Gay Military Hero Buried


By: Ira Schwartz

Date: 1988

Source: AP Worldwide Images

About the Photographer: This picture was taken in the Congressional Cemetery in Washington, D.C. on July 2, 1988, by Ira Schwartz, a staff photographer for the Associated Press.


This photograph shows the burial of Leonard Matlovich (1943–1988), a former Air Force sergeant and Vietnam War veteran. His burial in the Congressional Cemetery in Washington, D.C. was an historic event, being the first burial of an openly homosexual person in an official government/military cemetery. The large print on his tombstone, legible in the photograph, conveys the message: "A GAY VIETNAM VETERAN." The text below, composed by Matlovich himself, reads: "When I was in the military they gave me a medal for killing two men and a discharge for loving one."

Matlovich was born into an Air Force family. From about the age of twelve, he was conscious of homosexual tendencies, but was not sexually active. He enlisted in the Air Force a year after he graduated from high school and volunteered for a tour of duty in Vietnam. While there he won a Bronze Star (1965), Purple Heart (1970), and Air Force Commendation Medal (1974). In later years he described his motivation for Vietnam service as wanting to "kill a Commie for Mommy," but also reflected that "I was so dissatisfied with being gay that in some ways, volunteering for duty in Vietnam was like a death wish or a suicide pact." Upon returning from Vietnam, Matlovich conducted racial sensitivity classes for enlisted personnel. While conducting research for his classes, he visited a gay bar in Pensacola, Florida. There he met another gay man and became sexually active with him. In doing so, he violated U.S. military policy, which then barred homosexual men and women from service.

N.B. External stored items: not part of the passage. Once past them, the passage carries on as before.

/** The configuration as it stands, without a secret and without a number of this database. */
import type { Transaction } from 'sequelize'
import type { ConfiguredList, ConfiguredPerson } from '../../../shared/schemas/configuration.ts'
import type { ConfigurationContent } from '../../../shared/configuration/compare.ts'
import { recipients, timeSpan } from '../../../shared/schemas/limit.ts'
import type { Parts } from '../../config/parts.ts'
import {
  Deployment,
  DeploymentSensor,
  DistributionList,
  Limit,
  LimitVersion,
  ListMember,
  Person,
  Sensor,
  Station,
  StationSettings,
} from '../../models/index.ts'
import { settingGroups, settingInForce } from '../settings.ts'
import { toNames } from './names.ts'

type Plain = Record<string, unknown>

export async function readContent(parts: Parts, transaction?: Transaction): Promise<ConfigurationContent> {
  const within = transaction ? { transaction } : {}
  const people = await Person.findAll(within)
  const settings: Record<string, Plain> = {}
  for (const group of settingGroups) {
    settings[group] = await toNames(group, { ...(await settingInForce(parts, group, transaction)) }, transaction)
  }
  return {
    settings,
    people: peopleOf(people),
    lists: await listsOf(people, within),
    stations: await stationsOf(within),
    limits: await limitsOf(within),
  }
}

/** Somebody without an address has no name of their own in a file, and is left out. */
function peopleOf(people: Person[]): Record<string, ConfiguredPerson> {
  const byId = new Map(people.map((person) => [person.id, person]))
  return Object.fromEntries(
    people.flatMap((person): [string, ConfiguredPerson][] => {
      const { email, name, role, team, timeZone, deputyId, disabledAt } = person
      if (email === null) return []
      const hours = timeSpan.shape.hours.catch(null).parse(person.hours)
      const deputy = (deputyId === null ? null : byId.get(deputyId)?.email) ?? null
      return [[email, { name, role, team, timeZone, hours, deputy, isDisabled: disabledAt !== null }]]
    }),
  )
}

async function listsOf(people: Person[], within: object): Promise<Record<string, ConfiguredList>> {
  const lists = await DistributionList.findAll({ where: { retiredAt: null }, ...within })
  const members = await ListMember.findAll({ order: [['position', 'ASC']], ...within })
  const emails = new Map(people.map(({ id, email }) => [id, email]))
  return Object.fromEntries(
    lists.map(({ id, name, purpose, isSafety }) => [
      name,
      {
        purpose,
        isSafety: Boolean(isSafety),
        members: members
          .filter(({ listId }) => listId === id)
          .flatMap((member) => {
            const person = emails.get(member.personId)
            const { hours, priorities } = member
            return person ? [{ person, hours, priorities }] : []
          }),
      },
    ]),
  )
}

/** Numbers of rows, their times and versions belong to this database alone. */
const ofThisDatabase = new Set(['id', 'version', 'createdAt', 'updatedAt', 'retiredAt', 'stationId', 'sensorId', 'deploymentId', 'recordedAt', 'authorId', 'position']) // prettier-ignore
const plain = (row: object): Plain =>
  Object.fromEntries(
    Object.entries(row).filter(([name, value]) => !ofThisDatabase.has(name) && !(value instanceof Date)),
  )

async function stationsOf(within: object): Promise<Record<string, Plain>> {
  const stations = await Station.findAll({ where: { retiredAt: null }, ...within })
  const found = await Promise.all(
    stations.map(async (station): Promise<[string, Plain]> => {
      const where = { stationId: station.id }
      const newest = { order: [['validFrom', 'DESC'], ['id', 'DESC']] satisfies [string, string][], ...within } // prettier-ignore
      const settings = await StationSettings.findOne({ where, ...newest })
      const deployment = await Deployment.findOne({ where: { ...where, replacesId: null }, ...newest })
      const sensors = deployment
        ? await DeploymentSensor.findAll({
            where: { deploymentId: deployment.id },
            order: [['position', 'ASC']],
            ...within,
          })
        : []
      const instruments = await Sensor.findAll({ where, ...within })
      return [
        station.code,
        {
          ...plain(station.get()),
          settings: settings?.content ?? null,
          array: deployment && {
            ...plain(deployment.get()),
            sensors: sensors.map((sensor) => ({
              ...plain(sensor.get()),
              serial: instruments.find(({ id }) => id === sensor.sensorId)?.serial ?? null,
            })),
          },
        },
      ]
    }),
  )
  return Object.fromEntries(found)
}

async function limitsOf(within: object): Promise<Record<string, Plain>> {
  const limits = await Limit.findAll({ where: { retiredAt: null }, order: [['id', 'ASC']], ...within })
  const versions = await LimitVersion.findAll({ where: { id: limits.flatMap(({ currentVersionId }) => currentVersionId ?? []) }, ...within }) // prettier-ignore
  const stations = await Station.findAll({ attributes: ['id', 'code'], ...within })
  const lists = await DistributionList.findAll({ attributes: ['id', 'name'], ...within })
  const nameOf = (id: number): string => lists.find((list) => list.id === id)?.name ?? `list ${id}`
  const taken = new Map<string, number>()
  return Object.fromEntries(
    limits.flatMap((limit): [string, Plain][] => {
      const version = versions.find(({ id }) => id === limit.currentVersionId)
      if (!version) return []
      const code = stations.find(({ id }) => id === limit.subjectId)?.code
      const subject = limit.subjectKind === 'station' ? code : limit.subjectId
      const { title, condition, priority, schedule, note, toCheck } = version
      const { steps, ...rest } = recipients.parse(version.steps)
      const told = { ...rest, steps: steps.map(({ listIds, ...step }) => ({ ...step, lists: listIds.map(nameOf) })) }
      const first = JSON.stringify(condition).match(/"quantity":"(\w+)"/)?.[1] ?? 'condition'
      const name = [limit.subjectKind, subject, first].filter((part) => part !== null).join(' ')
      const count = (taken.get(name) ?? 0) + 1
      taken.set(name, count)
      return [[count === 1 ? name : `${name} ${count}`, { title, condition, priority, told, schedule, note, toCheck }]]
    }),
  )
}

Matlovich decided that given his distinguished record, he was well-positioned to challenge the military ban on homosexual personnel, so in 1975 he wrote a letter to Air Force Secretary John McLucas declaring that he, Matlovich, was a homosexual and asking for a waiver of the ban on homosexuals in the service. He was recommended by the Air Force's Office of Special Investigations for a general discharge, which is a form of separation from military service reserved for personnel who have established a record of poor conduct.

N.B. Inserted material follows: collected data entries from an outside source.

/** What is opened first: partners on a phone look at their own places, everybody else at the watch. */
import type { Role } from '../../shared/schemas/session.ts'

export const homeOf = (role: Role | null): 'places' | 'watch' =>
  role === 'partner' && window.matchMedia('(max-width: 47.9988em)').matches ? 'places' : 'watch'
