/** A draft as its form has it, and where a new one begins. Pure. */
import { figureKey } from '../../../shared/bulletins/figureKey.ts'
import type { BulletinDraft, BulletinFigure, BulletinView } from '../../../shared/schemas/bulletin.ts'

/** Times as the fields hold them, `2026-11-12T15:00`, UTC; empty: not set. */
export type DraftForm = Omit<BulletinDraft, 'validFrom' | 'validUntil' | 'nextIssueAt'> & {
  validFrom: string
  validUntil: string
  nextIssueAt: string
}

const written = (time: string | null): string => (time === null ? '' : new Date(time).toISOString().slice(0, 16))

const wholeMoment = /^\d{4}-\d\d-\d\dT\d\d:\d\d(:\d\d)?$/

/** Null: nothing is set, or what stands there is no moment. */
export function momentOf(field: string): string | null {
  const ms = wholeMoment.test(field) ? Date.parse(`${field}Z`) : NaN
  return Number.isNaN(ms) ? null : new Date(ms).toISOString()
}

export const formOf = (draft: BulletinDraft): DraftForm => ({
  ...draft,
  listIds: [...draft.listIds],
  chosen: [...draft.chosen],
  validFrom: written(draft.validFrom),
  validUntil: written(draft.validUntil),
  nextIssueAt: written(draft.nextIssueAt),
})

export const draftOf = (form: DraftForm): BulletinDraft => ({
  ...form,
  listIds: [...form.listIds],
  chosen: [...form.chosen],
  validFrom: momentOf(form.validFrom),
  validUntil: momentOf(form.validUntil),
  nextIssueAt: momentOf(form.nextIssueAt),
})

const tenMinutes = 600_000
const usualTerm = 6 * 3_600_000

/** From the next ten minutes on, for so long; the next issue is due at its end. */
function termFrom(nowMs: number, length: number): Pick<BulletinDraft, 'validFrom' | 'validUntil' | 'nextIssueAt'> {
  const from = Math.ceil(nowMs / tenMinutes) * tenMinutes
  const until = new Date(from + length).toISOString()
  return { validFrom: new Date(from).toISOString(), validUntil: until, nextIssueAt: until }
}

/** Everything that there is goes in, what is missing too: it is said. */
export const firstDraft = (figures: readonly BulletinFigure[], nowMs: number): BulletinDraft => ({
  ...{ marker: 'information', audience: '', headline: '', meaning: '', listIds: [], isExercise: false },
  ...{ replacesId: null, chosen: figures.map(figureKey).slice(0, 40) },
  ...termFrom(nowMs, usualTerm),
})

/** The words, lists and subjects of a former issue with a term from now on; `replaces`: it takes the place of that one. */
export function draftAfter(former: BulletinView, nowMs: number, replaces: boolean): BulletinDraft {
  const { validFrom, validUntil } = former
  const length = validFrom && validUntil ? Date.parse(validUntil) - Date.parse(validFrom) : usualTerm
  return {
    ...{ marker: former.marker, audience: former.audience, headline: former.headline, meaning: former.meaning },
    ...{ listIds: former.reach.lists.map(({ id }) => id), chosen: former.figures.map(figureKey) },
    ...{ isExercise: former.isExercise, replacesId: replaces ? former.id : null },
    ...termFrom(nowMs, length),
  }
}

Matlovich fought the ruling. He became nationally known and appeared on the Sep. 8, 1975 cover of Time with the headline, "I am a homosexual." He was excommunicated by the Mormon Church in November 1975. In 1980, the U.S. Court of Appeals for the District of Columbia ruled that his discharge was illegal and ordered him reinstated with back pay; however, the Air Force persuaded Matlovich to take a $160,000 payment and an honorable discharge in exchange for not taking the case to the Supreme Court, which Matlovich considered would rule against him.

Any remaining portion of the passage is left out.